Ano 10 - N° 474 - 17 de Julho de 2016

ROGÉRIO COELHO
rcoelho47@yahoo.com.br
Muriaé, MG (Brasil)

 

 
 
Os males só vêm para o bem

Se hoje a borrasca cai forte e inclemente,
amanhã voltará o Astro Rei a brilhar

“No mundo tereis aflições, tende bom ânimo.” - Jesus (Jo., 16:33).
 

Não obstante ser um dos mais dedicados apóstolos de Jesus, e quase não ser mencionado nas Escrituras Neotestamentárias, Bartolomeu acompanhou desde os primeiros tempos as pregações à margem do Tiberíades, e incompreensivelmente padecia de uma tendência para a depressão. Pudera! Em sua vida tudo parecia dar errado!... Havia ficado órfão de sua mãe há pouco... Ela que era o anjo bom de sua vida, e ele a “perdera”... De sua família consanguínea restaram-lhe os intratáveis irmãos e o pai severo e insensível, de personalidade tosca, rude... Maltratavam-no por nonadas e não lhe tinham o menor respeito. E a relação degenerou-se ainda mais quando ele começou a seguir aquele Carpinteiro nazareno (segundo eles) meio louco que andava por aquelas bandas com ares de revolucionário... Àquele tempo (e hoje também) eram inúmeros os falsos messias que apareciam pelas bandas de Cafarnaum, Dalmanuta e adjacências com suas utopias... O mais recente qualificativo que lhe pespegaram era “traidor das tradições de seu povo”, uma vez que se bandeara para o lado daquele estranho Carpinteiro em detrimento da Antiga Lei Moisaica a que se acomodavam...
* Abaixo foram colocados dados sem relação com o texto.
"""The Bloomline filter cycle over the nutrient–phytoplankton model.

One cycle (:func:`assimilate`) takes the last checkpoint, the new QC-passed
readings, the drivers and the spec, and returns the next checkpoint with
diagnostics. Readings are aggregated into windows
(:func:`assimilation.observe.aggregate_windows`); the ensemble is advanced
by the model (:func:`assimilation.integrate.advance`) to the end of each
window in turn and analysed there. The steps of one window: advance (with
stochastic model error), predict (inflation, predicted observations),
analysis (:func:`assimilation.enkf.analysis` in log space) and
post-processing (relaxation, parameter spread floor and bounds); the
cycle's diagnostics follow (:mod:`assimilation.innovations`).

Time means (a whole-day value, ``Observations.span_d`` > 0) are analysed
at the end of their span against each member's mean over the span, the
time-averaged observation of Dirren and Hakim (2005, Geophys. Res. Lett.
32:L04804): the update uses the ensemble covariance between the state at
the span's end and the members' span means. The members' path is sampled
at the model step during the cycle; the part of a span before the cycle's
checkpoint is not known, so the mean is over the part inside the cycle, and
a path that crosses an earlier analysis of the same cycle is taken as the
members ran it (before and after that analysis) — an approximation of
Bloomline's, exact when the cycles and the days share their ends.

Censored readings (below a detection limit) are skipped when the prior
mean is already below the limit, else assimilated as L/2 ± L/2
(:func:`assimilation.observe.censored_as_observations`).

The ensemble carries the model state, group parameters and sensor gains
(:mod:`assimilation.augmentation`); the settings are a
:class:`assimilation.filter_config.FilterConfig`. Inflation: multiplicative
on the model state (Anderson and Anderson 1999, Mon. Wea. Rev. 127:2741)
and relaxation to prior spread on all columns (Whitaker and Hamill 2012,
Mon. Wea. Rev. 140:3078). Localization: a Gaspari–Cohn taper of the hop
distance between basins along the flow network
(:func:`augmentation.localization_weights`).
"""
from __future__ import annotations

import math
from dataclasses import dataclass, field

import numpy as np

from assimilation import augmentation, enkf, inflation, integrate, observe, transform
from assimilation.checkpoint import Checkpoint
from assimilation.filter_config import FilterConfig
from assimilation.first_guess import DEFAULT_FIRST_GUESS
from assimilation.innovations import InnovationLog, json_float
from assimilation.observe import Observations, censored_as_observations
from assimilation.spec import Drivers, ModelSpec, StateLayout

__all__ = ["CycleResult", "assimilate", "initial_checkpoint"]


@dataclass
class CycleResult:
    """Outcome of one cycle.

    status: ``"ok"`` (observations analysed), ``"no_data"`` (advanced without
    observations), ``"degraded"`` (some analyses skipped for numerical
    trouble; the forecast was kept), ``"failed"`` (the model could not be
    advanced; ``checkpoint`` is the input checkpoint unchanged).
    diagnostics: plain JSON-ready values, see :func:`assimilate`.
    """

    status: str
    message: str
    checkpoint: Checkpoint
    diagnostics: dict = field(default_factory=dict)
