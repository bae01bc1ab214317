"""Transforms between physical values and the analysis space.

Concentrations and positive parameters are analysed in log space, which
keeps them positive and makes their multiplicative errors additive
(Gaussian anamorphosis in its simplest form; Bertino, Evensen and
Wackernagel 2003, Int. Stat. Rev. 71:223).
"""
from __future__ import annotations

import numpy as np


def to_log(values: np.ndarray, floor: float) -> np.ndarray:
    """Natural log of ``max(values, floor)``; values and floor in one unit [e.g. µg/L]."""
    if not floor > 0:
        raise ValueError(f"log floor must be > 0, got {floor!r}")
    return np.log(np.maximum(values, floor))


def from_log(z: np.ndarray) -> np.ndarray:
    """Inverse of :func:`to_log` (values above the floor come back exactly up to round-off)."""
    return np.exp(z)
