"""What the monitoring of Brackenfold Mere records: daily lab chlorophyll-a, a daily-mean
temperature logger and weekly nutrients, each with its own error.

Rows are long-format text as the lab's export writes them: local time, site,
variable, value (text, ``<DL`` below a detection limit) and unit.
"""
from __future__ import annotations

import numpy as np
import pandas as pd

from .setting import SITE
from .truth import diagnostics

CHL_ERROR_LOG_SD = 0.12          # [-] lognormal analytical error of extracted chlorophyll-a
TEMPERATURE_ERROR_C = 0.05       # [°C] logger error of a daily mean
NITRATE_ERROR_LOG_SD = 0.05      # [-]
SRP_ERROR_LOG_SD = 0.10          # [-] plus an additive error …
SRP_ERROR_UGL = 0.3              # [µg P/L]
TP_ERROR_LOG_SD = 0.08           # [-]
DETECTION_LIMIT = {"nitrate": 5.0, "srp": 2.0, "total_phosphorus": 5.0}   # [µg/L]
UNITS = {"chlorophyll_a": "ug/L", "water_temperature": "degC", "nitrate": "ug/L N",
         "srp": "ug/L P", "total_phosphorus": "ug/L P"}
DECIMALS = {"chlorophyll_a": 1, "water_temperature": 2, "nitrate": 0, "srp": 1, "total_phosphorus": 0}
NUTRIENT_WEEKDAY = 1             # nutrients on Tuesdays (Monday = 0)
MISSED_VISITS = (3, 7)           # [min, max) number of days without a chlorophyll sample
LOGGER_GAP_DAYS = (1, 4)         # [min, max) days the temperature logger was out, once a season
DAILY_MEAN_STAMP = "12:00"       # the logger export stamps each daily mean at local noon


def value_text(variable: str, value: float) -> str:
    """A lab value as written: fixed decimals per variable, ``<DL`` below the detection limit."""
    limit = DETECTION_LIMIT.get(variable)
    if limit is not None and value < limit:
        return f"<{limit:g}"
    return f"{value:.{DECIMALS[variable]}f}"


def state_at(states: np.ndarray, start: pd.Timestamp, when: pd.Timestamp) -> np.ndarray:
    """The truth state at local time ``when``, linear between the hourly states from ``start``."""
    hours = (when - start) / pd.Timedelta(hours=1)
    k = min(int(np.floor(hours)), len(states) - 2)
    w = hours - k
    return (1.0 - w) * states[k] + w * states[k + 1]


def observe(rng: np.random.Generator, forcing: pd.DataFrame, states: np.ndarray) -> tuple[list[tuple], list[dict]]:
    """Rows of one season's export and the quirk events (missed visits, the logger gap).

    forcing: the season's daily forcing (``forcing.make_forcing``); states: the
    hourly truth (``truth.run_truth``) from local midnight of its first day.
    Returns (rows of (time, site, variable, value text, unit), events).
    """
    days = pd.DatetimeIndex(forcing["date"])
    start = days[0]
    n = len(days)
    weekly = days.weekday == NUTRIENT_WEEKDAY
    others = np.flatnonzero(~weekly[1:]) + 1
    missed = set(rng.choice(others, size=int(rng.integers(*MISSED_VISITS)), replace=False).tolist())
    gap_len = int(rng.integers(*LOGGER_GAP_DAYS))
    gap_start = int(rng.integers(5, n - 5 - gap_len))
    gap = set(range(gap_start, gap_start + gap_len))
    events = [{"kind": "missed_sample", "date": f"{days[d]:%Y-%m-%d}", "detail": "no chlorophyll-a sample that day"}
              for d in sorted(missed)]
    events.append({"kind": "logger_gap", "date": f"{days[gap_start]:%Y-%m-%d}",
                   "detail": f"no water temperature for {gap_len} day(s)"})

    rows: list[tuple] = []
    for d, day in enumerate(days):
        if d not in missed:
            when = day + pd.Timedelta(hours=9) + pd.Timedelta(minutes=5 * int(rng.integers(0, 16)))
            state = state_at(states, start, when)
            diag = diagnostics(state)
            stamp = f"{when:%Y-%m-%d %H:%M}"
            chl = float(diag["chl_a"][0]) * np.exp(rng.normal(0.0, CHL_ERROR_LOG_SD))
            rows.append((stamp, SITE, "chlorophyll_a", value_text("chlorophyll_a", chl), UNITS["chlorophyll_a"]))
            if weekly[d]:
                nitrate = state[0] * np.exp(rng.normal(0.0, NITRATE_ERROR_LOG_SD))
                srp = max(state[1] * np.exp(rng.normal(0.0, SRP_ERROR_LOG_SD)) + rng.normal(0.0, SRP_ERROR_UGL), 0.0)
                tp = float(diag["total_phosphorus"][0]) * np.exp(rng.normal(0.0, TP_ERROR_LOG_SD))
                for variable, value in (("nitrate", nitrate), ("srp", srp), ("total_phosphorus", tp)):
                    rows.append((stamp, SITE, variable, value_text(variable, value), UNITS[variable]))
        if d not in gap:
            temp = forcing["water_temp_c"].iloc[d] + rng.normal(0.0, TEMPERATURE_ERROR_C)
            rows.append((f"{day:%Y-%m-%d} {DAILY_MEAN_STAMP}", SITE, "water_temperature",
                         value_text("water_temperature", temp), UNITS["water_temperature"]))
    return rows, events
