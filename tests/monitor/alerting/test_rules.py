"""Alert rule with hysteresis: the pure decision and the store wrapper."""

from __future__ import annotations

import datetime as dt

import pytest
from sqlalchemy import func, insert, select

from monitor.alerting.caution import CAUTION
from monitor.alerting.frameworks import FRAMEWORKS
from monitor.alerting.rules import decide, evaluate_run, target_level
from monitor.alerting.subscriptions import sync_from_config
from monitor.config import parse_config
from monitor.store.db import open_store
from monitor.store.schema import alert_events, alert_status, forecast_runs, forecast_values, outbox, water_bodies

UTC = dt.UTC
T0 = dt.datetime(2026, 8, 1, 6, 0, tzinfo=UTC)
DAY = dt.timedelta(days=1)
# WHO (2003) recreational guidance levels: 10 and 50 µg/L chlorophyll-a with cyanobacterial
# dominance (Guidelines for Safe Recreational Water Environments, vol. 1, ch. 8) [verified]
LEVELS = FRAMEWORKS["who-2003-recreation"].levels


def rule(level, quiet, p, observed=None, *, clear_after=3, warn=0.5, have_forecast=True):
    return decide(level, quiet, p, observed, levels=LEVELS, warn_probability=warn,
                  clear_after_cycles=clear_after, have_forecast=have_forecast)


# ---------------------------------------------------------------- the pure rule


def test_who_recreational_levels_are_the_defaults_the_rule_uses():
    # WHO (2003), ch. 8 [verified]: 10 µg/L and 50 µg/L
    assert [lv.chlorophyll_ugL for lv in LEVELS] == [10.0, 50.0]


def test_forecast_probability_at_the_warn_probability_fires_and_just_below_does_not():
    assert target_level({1: 0.5}, None, LEVELS, 0.5)[0] == 1
    assert target_level({1: 0.4999}, None, LEVELS, 0.5)[0] == 0


def test_observed_value_at_a_threshold_fires_that_level_without_forecast():
    assert target_level({}, 10.0, LEVELS, 0.5)[0] == 1
    assert target_level({1: 0.0, 2: 0.0}, 9.99, LEVELS, 0.5)[0] == 0
    assert target_level({1: 0.1}, 55.0, LEVELS, 0.5)[0] == 2


def test_target_is_the_highest_firing_level():
    assert target_level({1: 0.9, 2: 0.6}, None, LEVELS, 0.5)[0] == 2
    assert target_level({1: 0.9, 2: 0.2}, None, LEVELS, 0.5)[0] == 1


def test_escalation_is_immediate_and_skips_levels():
    d = rule(0, 0, {1: 0.95, 2: 0.7})
    assert (d.level, d.changed, d.probability) == (2, True, 0.7)


def test_escalation_carries_probability_and_observed_value():
    d = rule(0, 0, {1: 0.2}, observed=12.0)
    assert (d.level, d.probability, d.observed_ugL) == (1, 0.2, 12.0)
    assert "observed 12.00" in d.reason


def test_clearing_waits_for_the_configured_number_of_quiet_cycles():
    level, quiet, changes = 1, 0, []
    for _cycle in range(4):
        d = rule(level, quiet, {1: 0.1}, observed=3.0, clear_after=3)
        level, quiet = d.level, d.quiet_cycles
        changes.append(d.changed)
    assert changes == [False, False, True, False]
    assert level == 0


def test_a_firing_cycle_resets_the_quiet_count():
    d = rule(1, 2, {1: 0.8}, clear_after=3)
    assert (d.level, d.quiet_cycles, d.changed) == (1, 0, False)


def test_lowering_steps_down_to_the_target_not_to_zero():
    d = rule(2, 2, {1: 0.9, 2: 0.1}, observed=20.0, clear_after=3)
    assert (d.level, d.changed) == (1, True)


def test_a_cycle_without_forecast_neither_clears_nor_counts_as_quiet():
    d = rule(1, 2, {}, observed=None, clear_after=3, have_forecast=False)
    assert (d.level, d.quiet_cycles, d.changed) == (1, 2, False)


def test_a_cycle_without_forecast_still_raises_on_the_observation():
    d = rule(0, 0, {}, observed=11.0, have_forecast=False)
    assert (d.level, d.changed) == (1, True)


# ---------------------------------------------------------------- the store wrapper


def make_config(tmp_path, **alerts):
    data = {
        "service": {"database": f"sqlite:///{tmp_path / 'alerts.sqlite'}", "base_url": "http://bloomline.test"},
        "water_bodies": [{
            "id": "tarnby", "name": "Tarnby Water", "use": "recreation",
            "basins": [{"id": "north", "name": "North Reach", "volume_m3": 1e6, "mean_depth_m": 2.0,
                        "area_m2": 5e5, "flows_to": "south"},
                       {"id": "south", "name": "South Reach", "volume_m3": 2e6, "mean_depth_m": 3.0,
                        "area_m2": 6e5}],
            "alerts": {"warn_probability": 0.5, "horizon_days": 3, "clear_after_cycles": 2, **alerts},
        }],
        "subscribers": [
            {"name": "Bo Tarn", "email": "bo@tarnby.example", "water_bodies": ["tarnby"], "min_level": 1},
            {"name": "Cy Reach", "email": "cy@tarnby.example", "water_bodies": ["tarnby"], "min_level": 2},
        ],
    }
    return parse_config(data)


@pytest.fixture
def store(tmp_path):
    cfg = make_config(tmp_path)
    engine = open_store(cfg.service.database_url)
    with engine.begin() as conn:
        conn.execute(insert(water_bodies).values(id="tarnby", name="Tarnby Water", use="recreation",
                                                 timezone="UTC", framework="who-2003-recreation"))
    sync_from_config(engine, cfg, T0)
    yield cfg, engine
    engine.dispose()


def store_run(engine, day: int, p1: dict, p2: dict | None = None, *, horizon=3, wb="tarnby"):
    """A run at T0 + day with p_level_1/2 per basin, the same on days 0..horizon unless a list."""
    t = T0 + day * DAY
    with engine.begin() as conn:
        run_id = conn.execute(insert(forecast_runs).values(
            water_body_id=wb, analysis_utc=t, created_at=t, status="ok", message="")).inserted_primary_key[0]
        rows = []
        for n, probs in ((1, p1), (2, p2 or {})):
            for basin, p in probs.items():
                per_day = p if isinstance(p, list) else [p] * (horizon + 1)
                for k, pk in enumerate(per_day):
                    rows.append(dict(run_id=run_id, basin_id=basin, valid_utc=t + k * DAY,
                                     quantity="cyanobacteria_chlorophyll", statistic=f"p_level_{n}", value=pk))
        if rows:
            conn.execute(insert(forecast_values), rows)
    return int(run_id)


def count(engine, table):
    with engine.connect() as conn:
        return conn.execute(select(func.count()).select_from(table)).scalar_one()


def test_raise_writes_status_event_and_one_email_per_subscriber_at_that_level(store):
    cfg, engine = store
    run = store_run(engine, 0, {"north": 0.8, "south": 0.1}, {"north": 0.1, "south": 0.0})
    events = evaluate_run(engine, cfg, "tarnby", run, {"north": 4.0, "south": None}, now=T0)
    assert [(e["basin_id"], e["from_level"], e["to_level"]) for e in events] == [("north", 0, 1)]
    assert events[0]["probability"] == 0.8 and events[0]["observed_ugL"] == 4.0
    assert events[0]["emails"] == 1
    with engine.connect() as conn:
        mails = conn.execute(select(outbox)).all()
        st = {r.basin_id: r.level for r in conn.execute(select(alert_status))}
    assert st == {"north": 1, "south": 0}
    assert [m.recipient for m in mails] == ["bo@tarnby.example"]  # cy wants level 2 and above only
    assert CAUTION in mails[0].body and "North Reach" in mails[0].subject


def test_rerunning_the_same_run_changes_nothing(store):
    cfg, engine = store
    run = store_run(engine, 0, {"north": 0.9, "south": 0.9}, {"north": 0.9, "south": 0.0})
    first = evaluate_run(engine, cfg, "tarnby", run, {}, now=T0)
    with engine.connect() as conn:
        before = conn.execute(select(alert_status).order_by(alert_status.c.basin_id)).all()
    again = evaluate_run(engine, cfg, "tarnby", run, {}, now=T0 + DAY)
    with engine.connect() as conn:
        after = conn.execute(select(alert_status).order_by(alert_status.c.basin_id)).all()
    assert len(first) == 2 and again == []
    assert before == after
    assert count(engine, alert_events) == 2
    assert count(engine, outbox) == 3  # north: bo + cy (level 2); south: bo


def test_only_forecast_days_one_to_horizon_count(store):
    cfg, engine = store
    # p high on day 0 (the analysis) and on day 4 (beyond the 3-day horizon): no warning
    run = store_run(engine, 0, {"north": [0.9, 0.1, 0.2, 0.3, 0.9, 0.9]}, horizon=5)
    assert evaluate_run(engine, cfg, "tarnby", run, {}, now=T0) == []
    run = store_run(engine, 1, {"north": [0.0, 0.1, 0.2, 0.55]})
    assert [e["to_level"] for e in evaluate_run(engine, cfg, "tarnby", run, {}, now=T0)] == [1]


def test_full_episode_gives_one_raise_and_one_clear_with_emails(store):
    cfg, engine = store
    # daily p_level_1 in North Reach and the observed value; clear_after_cycles = 2
    season = [(0.1, 2.0), (0.7, 6.0), (0.9, 12.0), (0.8, 11.0), (0.2, 9.0), (0.6, 8.0), (0.3, 7.0),
              (0.2, 5.0), (0.1, 3.0), (0.1, 2.0)]
    changes = []
    for day, (p, obs) in enumerate(season):
        run = store_run(engine, day, {"north": p})
        for e in evaluate_run(engine, cfg, "tarnby", run, {"north": obs}, now=T0 + day * DAY):
            changes.append((day, e["from_level"], e["to_level"]))
    # raised on day 1; day 4 quiet (1 of 2), day 5 fires again (reset); day 6 (p 0.3) is below the warning
    # probability 0.5 but not below the clearing probability 0.25 (reset again); days 7–8 quiet → cleared on day 8
    assert changes == [(1, 0, 1), (8, 1, 0)]
    with engine.connect() as conn:
        mails = conn.execute(select(outbox).order_by(outbox.c.id)).all()
    assert [m.recipient for m in mails] == ["bo@tarnby.example"] * 2
    assert "cleared" in mails[1].subject and "no alert level forecast" in mails[1].subject
    assert "safe" not in mails[1].subject.lower()
    assert "not a safety clearance" in mails[1].body


def test_clearing_waits_while_the_observation_is_still_above_the_level(store):
    cfg, engine = store
    # WHO (2003) guidance level 1 = 10 µg/L [verified]; observed 10.5 keeps level 1 firing
    changes = []
    for day, (p, obs) in enumerate([(0.9, 4.0), (0.1, 10.5), (0.1, 10.5), (0.1, 10.5), (0.1, 9.0), (0.1, 8.0)]):
        run = store_run(engine, day, {"north": p})
        changes += [(day, e["to_level"]) for e in evaluate_run(engine, cfg, "tarnby", run, {"north": obs}, now=T0)]
    assert changes == [(0, 1), (5, 0)]


def test_thresholds_come_from_the_config(tmp_path):
    cfg = make_config(tmp_path, framework="custom",
                      levels=[{"name": "Watch", "chlorophyll_ugL": 3.0}, {"name": "Act", "chlorophyll_ugL": 7.0}])
    engine = open_store(cfg.service.database_url)
    with engine.begin() as conn:
        conn.execute(insert(water_bodies).values(id="tarnby", name="Tarnby Water", use="recreation",
                                                 timezone="UTC", framework="custom"))
    run = store_run(engine, 0, {})
    events = evaluate_run(engine, cfg, "tarnby", run, {"north": 7.5, "south": 3.2}, now=T0)
    assert {e["basin_id"]: (e["to_level"], e["level_name"]) for e in events} == {
        "north": (2, "Act"), "south": (1, "Watch")}
    engine.dispose()


def test_an_older_run_evaluated_after_a_newer_one_changes_nothing(store):
    cfg, engine = store
    new = store_run(engine, 5, {"north": 0.1})
    old = store_run(engine, 4, {"north": 0.9})
    evaluate_run(engine, cfg, "tarnby", new, {}, now=T0)
    assert evaluate_run(engine, cfg, "tarnby", old, {}, now=T0) == []


def test_an_unknown_run_or_water_body_is_refused(store):
    cfg, engine = store
    run = store_run(engine, 0, {"north": 0.9})
    with pytest.raises(KeyError, match="unknown water body 'elsewhere'"):
        evaluate_run(engine, cfg, "elsewhere", run, {}, now=T0)
    with pytest.raises(ValueError, match="no forecast run with id 999"):
        evaluate_run(engine, cfg, "tarnby", 999, {}, now=T0)
    assert count(engine, alert_events) == 0


def test_a_probability_hovering_around_the_warning_threshold_does_not_flap_the_level():
    # hysteresis in probability: raised at 0.5, counted towards clearing only below 0.25
    level, quiet, changes = 0, 0, 0
    for p in [0.55, 0.45, 0.52, 0.40, 0.60, 0.35, 0.51, 0.30] * 3:
        d = decide(level, quiet, {1: p}, None, levels=LEVELS, warn_probability=0.5, clear_after_cycles=2)
        changes += d.changed
        level, quiet = d.level, d.quiet_cycles
    assert changes == 1 and level == 1


def test_the_level_clears_once_the_probability_stays_below_the_clearing_threshold():
    level, quiet = 1, 0
    for _ in range(2):
        d = decide(level, quiet, {1: 0.2}, 0.1, levels=LEVELS, warn_probability=0.5, clear_after_cycles=2,
                   clear_probability=0.3)
        level, quiet = d.level, d.quiet_cycles
    assert level == 0 and d.changed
Mas suas vicissitudes não se encerravam aí!... Tinha sérios problemas com seus auxiliares da pesca. Bartolomeu dedicava-se à pesca na cidadezinha de Dalmanuta. Seus problemas com os mercadores da praça aos quais vendia seus peixes também não eram pequenos. Normalmente regateavam com o preço dos peixes que com tantos riscos pescava durante as noites indormidas...

Certa feita, em uma feliz oportunidade, ficou sozinho com Jesus e aproveitou para abrir seu coração apertado. Então, queixou-se a Jesus sobre suas amargas tristezas e frustrações...

Após ouvi-lo com ternura e atenção, Jesus lhe disse: “ora, Bartolomeu, o Evangelho é a Boa Nova de alegria. Uma boa notícia deve ser dada com alegria. Deixe que meus ensinamentos floresçam em seu coração e espalhe esse tesouro de bênçãos como perfume benfazejo aos que estejam à sua volta. Eu não ocultei a Verdade, Bartolomeu! Eu disse: “no mundo tereis aflições”, mas sempre estarei por perto, fortalecendo e guiando meus discípulos sinceros e queridos. Se hoje a borrasca cai forte e inclemente, amanhã voltará o Astro Rei a brilhar em seu caminho! Meu Pai nos dá a Eternidade para a conquista definitiva da felicidade sem mescla e da paz imarcescível... Estes momentos tormentosos presto passarão, mas minhas palavras não passarão! Então, acenda as claridades da alma e caminhe sem tergiversações!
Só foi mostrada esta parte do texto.